# PROBLEM TO WORK ON
All lines of the records below that contain the word "blocked" must be listed.

# PROVIDED RECORDS
function loopChecks(ctx: LoopCheckContext, loop: LoopDef, runs: BuiltRun[]): LoopReport {
	const lookup = ctx.lookup;
	const checks: LoopCheck[] = [];
	const reports = runs.map((r) => r.report);
	// Closed: each run starts on the part the run before ends on, the last ends where the first starts.
	const breaks: string[] = [];
	runs.forEach((r, i) => {
		const next = runs[(i + 1) % runs.length];
		if (r.def.to.placementId !== next.def.from.placementId) {
			breaks.push(
				`${r.report.label} ends on ${portLabel(lookup, r.def.to)} but ${next.report.label} starts on ${portLabel(lookup, next.def.from)}`
			);
		}
	});
	checks.push(
		check(
			'closed',
			breaks.length ? 'fail' : 'pass',
			'The loop closes',
			breaks.length
				? `Open: ${breaks.join('; ')}.`
				: `${runs.length} runs, each from the part the run before ends on.`
		)
	);
	// Reservoir feeds the pump inlet and sits at or above it (common practice: a pump must never
	// run dry, so coolant falls into its inlet from the reservoir).
	const pumpRuns = runs.filter((r) => {
		const cat = categoryOf(lookup, r.def.to.placementId);
		return cat === 'pump' || cat === 'pump-reservoir';
	});
	const title = 'The reservoir feeds the pump inlet from at or above it';
	if (!pumpRuns.length) {
		checks.push(check('reservoir', 'fail', title, 'No run ends at a pump inlet.'));
	} else {
		const reasons: string[] = [];
		let ok = true;
		for (const r of pumpRuns) {
			if (categoryOf(lookup, r.def.to.placementId) === 'pump-reservoir') {
				reasons.push(`${r.report.toLabel}: the pump has its own reservoir.`);
				continue;
			}
			const fromCat = categoryOf(lookup, r.def.from.placementId);
			if (fromCat !== 'reservoir' && fromCat !== 'pump-reservoir') {
				ok = false;
				reasons.push(
					`${r.report.label} feeds the pump inlet from ${r.report.fromLabel}, not from a reservoir: the pump could be starved (common practice).`
				);
				continue;
			}
			const inlet = portAt(lookup, r.def.to);
			const outlet = portAt(lookup, r.def.from);
			if (!inlet || !outlet) continue;
			const above = outlet.position[1] - inlet.position[1];
			if (above < -EPSILON_MM) {
				ok = false;
				reasons.push(
					`The reservoir's outlet is ${mm(-above)} below the pump inlet: the pump would be starved while filling (common practice: reservoir at or above the inlet).`
				);
			} else {
				reasons.push(`The reservoir's outlet is ${mm(above)} above the pump inlet.`);
			}
		}
		checks.push(check('reservoir', ok ? 'pass' : 'fail', title, reasons.join(' ')));
	}
	// Highest and lowest points: the centre lines and every port of the loop.
	const ys: number[] = [];
	for (const r of runs) {
		if (r.entry.ends) for (const p of r.entry.ends.points) ys.push(p[1]);
		for (const ref of [r.def.from, r.def.to]) {
			const p = portAt(lookup, ref);
			if (p) ys.push(p.position[1]);
		}
	}
	const highest = ys.length ? Math.max(...ys) : null;
	const lowest = ys.length ? Math.min(...ys) : null;
	// Fill port: at the loop's highest point, or on the reservoir's top; reachable through a panel.
	const fillTitle = "A fill port at the loop's highest point or on the reservoir top";
	if (!loop.fill) {
		checks.push(
			check(
				'fill',
				'warn',
				fillTitle,
				'No fill port chosen: plug a port at the highest point or on the reservoir top and mark it as the fill port.'
			)
		);
	} else {
		const port = portAt(lookup, loop.fill);
		const cat = categoryOf(lookup, loop.fill.placementId);
		const onTop =
			port !== null && port.direction === '+y' && (cat === 'reservoir' || cat === 'pump-reservoir');
		const below = port && highest !== null ? highest - port.position[1] : 0;
		const blocked = reachability(ctx, loop.fill);
		const where = onTop
			? 'on the reservoir top'
			: below <= 0.5
				? "at the loop's highest point"
				: `${mm(below)} below the loop's highest point`;
		const ok = (onTop || below <= 0.5) && blocked === null;
		const reach = port
			? blocked === null
				? `reachable through the ${panelText(panelOf(port.direction))}`
				: `not reachable: ${blocked}`
			: 'missing';
		checks.push(
			check(
				'fill',
				ok ? 'pass' : 'warn',
				fillTitle,
				`${portLabel(lookup, loop.fill)} is ${where}, ${reach}.${ok ? '' : ' Air gathers at the top: fill and bleed from the highest point.'}`
			)
		);
	}
	// Drain: advice only.
	const drainTitle = "A drain at or near the loop's lowest point";
	if (!loop.drain) {
		checks.push(
			check(
				'drain',
				'advice',
				drainTitle,
				'No drain port: the loop is emptied by tipping the build; a plugged port at the lowest point makes it easier.'
			)
		);
	} else {
		const port = portAt(lookup, loop.drain);
		const above = port && lowest !== null ? port.position[1] - lowest : 0;
		checks.push(
			check(
				'drain',
				above <= DRAIN_NEAR_MM ? 'pass' : 'advice',
				drainTitle,
				above <= DRAIN_NEAR_MM
					? `${portLabel(lookup, loop.drain)} is ${mm(above)} above the lowest point.`
					: `${portLabel(lookup, loop.drain)} is ${mm(above)} above the lowest point: coolant below it stays in the loop (within ${DRAIN_NEAR_MM} mm is common practice).`
			)
		);
	}
	// Bends and the way tubes leave their fittings.
	const geometry = runs.flatMap((r) => r.entry.geometry);
	const missing = runs.filter((r) => !r.entry.ends || !lookup.tubes.get(r.def.tube));
	checks.push(
		check(
			'bends',
			geometry.length || missing.length ? 'fail' : 'pass',
			"Every bend respects its tube's bend radius",
			geometry.length || missing.length
				? [
						...geometry,
						...missing.map((r) => `${r.report.label}: a port or tube kind it names is missing.`)
					].join(' ')
				: `${runs.reduce((n, r) => n + r.report.bends.length, 0)} bends, none tighter than its tube allows.`
		)
	);
	// Every port of the loop's parts is joined or plugged.
	const joined = new Set<string>();
	for (const r of runs) {
		joined.add(`${r.def.from.placementId}/${r.def.from.portId}`);
		joined.add(`${r.def.to.placementId}/${r.def.to.portId}`);
	}
	for (const p of loop.plugs) joined.add(`${p.placementId}/${p.portId}`);
	const loopParts = [
		...new Set(runs.flatMap((r) => [r.def.from.placementId, r.def.to.placementId]))
	];
	const needsPlug: LoopReport['needsPlug'] = [];
	for (const placementId of loopParts.sort(compareText)) {
		const placement = lookup.placements.get(placementId);
		const part = placement && lookup.parts.get(placement.partId);
		if (!part) continue;
		for (const port of part.ports) {
			if (!isCoolantPort(port) || joined.has(`${placementId}/${port.id}`)) continue;
			needsPlug.push({
				placementId,
				portId: port.id,
				label: `${part.name} · ${port.id}`,
				thread: port.thread || DEFAULT_THREAD
			});
		}
	}
	checks.push(
		check(
			'ports',
			needsPlug.length ? 'fail' : 'pass',
			'Every port joined or plugged',
			needsPlug.length
				? `Open, needs a plug: ${needsPlug.map((p) => `${p.label} (${p.thread})`).join('; ')}.`
				: 'Every port of the loop’s parts is joined by a run or closed with a plug.'
		)
	);
	// Threads: each fitting's thread matches its port's (ISO 228-1 G threads by default).
	const mismatches: string[] = [];
	for (const r of runs) {
		const ends = r.entry.ends;
		if (!ends) continue;
		for (const key of ['from', 'to'] as const) {
			const f = ends.fittings[key];
			if (f.partId && f.thread !== ends[key].thread) {
				mismatches.push(
					`${r.report.label}: ${f.name} is ${f.thread}, ${key === 'from' ? r.report.fromLabel : r.report.toLabel} is ${ends[key].thread}`
				);
			}
		}
	}
	for (const p of loop.plugs) {
		const part = p.fitting ? lookup.parts.get(p.fitting) : undefined;
		const port = portAt(lookup, p);
		const thread = part?.ports[0]?.thread || DEFAULT_THREAD;
		if (part && port && thread !== port.thread) {
			mismatches.push(`${part.name} is ${thread}, ${portLabel(lookup, p)} is ${port.thread}`);
		}
	}
	checks.push(
		check(
			'threads',
			mismatches.length ? 'fail' : 'pass',
			'Every fitting matches its port’s thread',
			mismatches.length
				? `${mismatches.join('; ')}.`
				: 'Every fitting and plug has its port’s thread (ISO 228-1 G threads).'
		)
	);
	// The runs' own fit.
	const hits = reports.flatMap((r) => r.problems.filter((p) => p.kind !== 'tight'));
	const tight = reports.flatMap((r) => r.problems.filter((p) => p.kind === 'tight'));
	checks.push(
		check(
			'fit',
			hits.some((p) => p.kind !== 'warning')
				? 'fail'
				: hits.length || tight.length
					? 'warn'
					: 'pass',
			'Every run and fitting clear of the rest',
			hits.length || tight.length
				? [...hits, ...tight].map((p) => `${p.text}.`).join(' ')
				: 'No run or fitting meets a part, panel or another run.'
		)
	);
	const status = checks.some((c) => c.status === 'fail')
		? 'fail'
		: checks.some((c) => c.status === 'warn')
			? 'warn'
			: 'pass';
	return {
		loopId: loop.id,
		label: loop.label || loop.id,
		runs: reports,
		checks,
		needsPlug,
		status,
		highestMm: highest,
		lowestMm: lowest
	};
}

# RESULT BELOW
		const blocked = reachability(ctx, loop.fill);
		const ok = (onTop || below <= 0.5) && blocked === null;
			? blocked === null
				: `not reachable: ${blocked}`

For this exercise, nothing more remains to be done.